• [Your objective]
Give back nothing but the number of lines in these entries that contain the word "their".

• [Task inputs]
━━━━━━

"""What pictures are made of: shapes and texts in pixels from a picture's upper left corner, with their colours."""

from __future__ import annotations

import math
from collections.abc import Sequence
from typing import Literal, NamedTuple

import numpy as np
from numpy.typing import NDArray

FloatArray = NDArray[np.float64]
Place = tuple[float, float, float, float]  # of a part of a picture: x, y of its upper left corner, width, height
Anchor = Literal["nw", "n", "ne", "w", "c", "e", "sw", "s", "se"]  # which point of a text is at its x, y

LETTER = 0.62  # widest mean width of a letter over the size of its type, among the fonts that are used
WIDER = 0.6  # widths more that broad letters take


class Polygon(NamedTuple):
    """A closed outline, (k, 2) px, filled or not, with an edge or none; marks with more `z` lie above others."""

    points: FloatArray
    fill: str | None
    edge: str | None = None
    width: float = 1.0
    z: int = 0


class Circle(NamedTuple):
    """A circle; its edge of `width` lies within the radius."""

    x: float
    y: float
    radius: float
    fill: str | None
    edge: str | None = None
    width: float = 1.0
    z: int = 0


class Line(NamedTuple):
    """An open line through (k, 2) px."""

    points: FloatArray
    colour: str
    width: float = 1.0
    z: int = 0


class Text(NamedTuple):
    """A line of text of a size in px."""

    x: float
    y: float
    text: str
    size: float
    colour: str
    anchor: Anchor = "nw"
    z: int = 0


Mark = Polygon | Circle | Line | Text


def type_size(width: float, height: float) -> float:
    """Size of type that can be read in a picture of this size, px."""
    return max(12.0, min(height / 36, width / 64))


def text_width(text: str, size: float) -> float:
    """Room that a text takes at most, px; what is drawn is mostly narrower."""
    return LETTER * size * (len(text) + WIDER * sum(text.count(letter) for letter in "mwMW@%"))


def box(place: Place) -> FloatArray:
    """Corners of a rectangle, (4, 2) px."""
    x, y, width, height = place
    return np.array([(x, y), (x + width, y), (x + width, y + height), (x, y + height)])


def dashed(ends: FloatArray, dash: float, colour: str, width: float, z: int) -> list[Line]:
    """A straight line between two places, (2, 2) px, as dashes with gaps of the same length, px."""
    way = ends[1] - ends[0]
    length = float(np.hypot(*way))
    if not length > 0.0:
        return []
    begins = np.arange(0.0, length, 2 * dash)
    shares = np.stack([begins, np.minimum(begins + dash, length)], axis=1)[:, :, None] / length
    return [Line(points, colour, width, z) for points in ends[0] + shares * way]


def within(points: FloatArray, low: tuple[float, float], high: tuple[float, float]) -> FloatArray:
    """The part of a filled outline inside a rectangle, (k, 2); empty when there is none.

    Source: I. E. Sutherland and G. W. Hodgman, "Reentrant polygon clipping", Communications of the ACM 17, 1974.
    """
    for axis, limit, sense in ((0, low[0], 1), (0, high[0], -1), (1, low[1], 1), (1, high[1], -1)):
        if not len(points):
            break
        inside = sense * (points[:, axis] - limit)
        if (inside >= 0.0).all():
            continue
        kept = []
        for k in range(len(points)):
            a, b = inside[k - 1], inside[k]
            if (a >= 0.0) != (b >= 0.0):
                kept.append(points[k - 1] + a / (a - b) * (points[k] - points[k - 1]))
            if b >= 0.0:
                kept.append(points[k])
        points = np.array(kept).reshape(-1, 2)
    return points


def segment_within(
    a: Sequence[float], b: Sequence[float], low: tuple[float, float], high: tuple[float, float]
) -> FloatArray | None:
    """The part of a straight line inside a rectangle, (2, 2); None when there is none.

    Source: Y.-D. Liang and B. A. Barsky, "A new concept and method for line clipping", ACM Transactions on Graphics 3,
    1984.
    """
    first, last = 0.0, 1.0
    for axis in range(2):
        ahead = b[axis] - a[axis]
        for distance, step in ((low[axis] - a[axis], ahead), (a[axis] - high[axis], -ahead)):
            if step == 0.0:
                if distance > 0.0:
                    return None
            elif step > 0.0:
                first = max(first, distance / step)
            else:
                last = min(last, distance / step)
    if first > last:
        return None
    start, way = np.array(a), np.array(b) - np.array(a)
    return np.array([start + first * way, start + last * way])


def round_number(value: float) -> float:
    """The largest of 1, 2, 5, 10, 20 ... and their parts that is not above a positive value.

    >>> round_number(0.37), round_number(7.0), round_number(1.0)
    (0.2, 5.0, 1.0)
    """
    power = 10.0 ** math.floor(math.log10(value))
    digit = next(d for d in (10, 5, 2, 1) if d <= value / power * (1 + 1e-9) or d == 1)  # 10: logarithms are rounded
    return float(f"{digit * power:.12g}")  # 0.2 rather than 0.2 and a little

━━━━━━

• [Expected answer]
2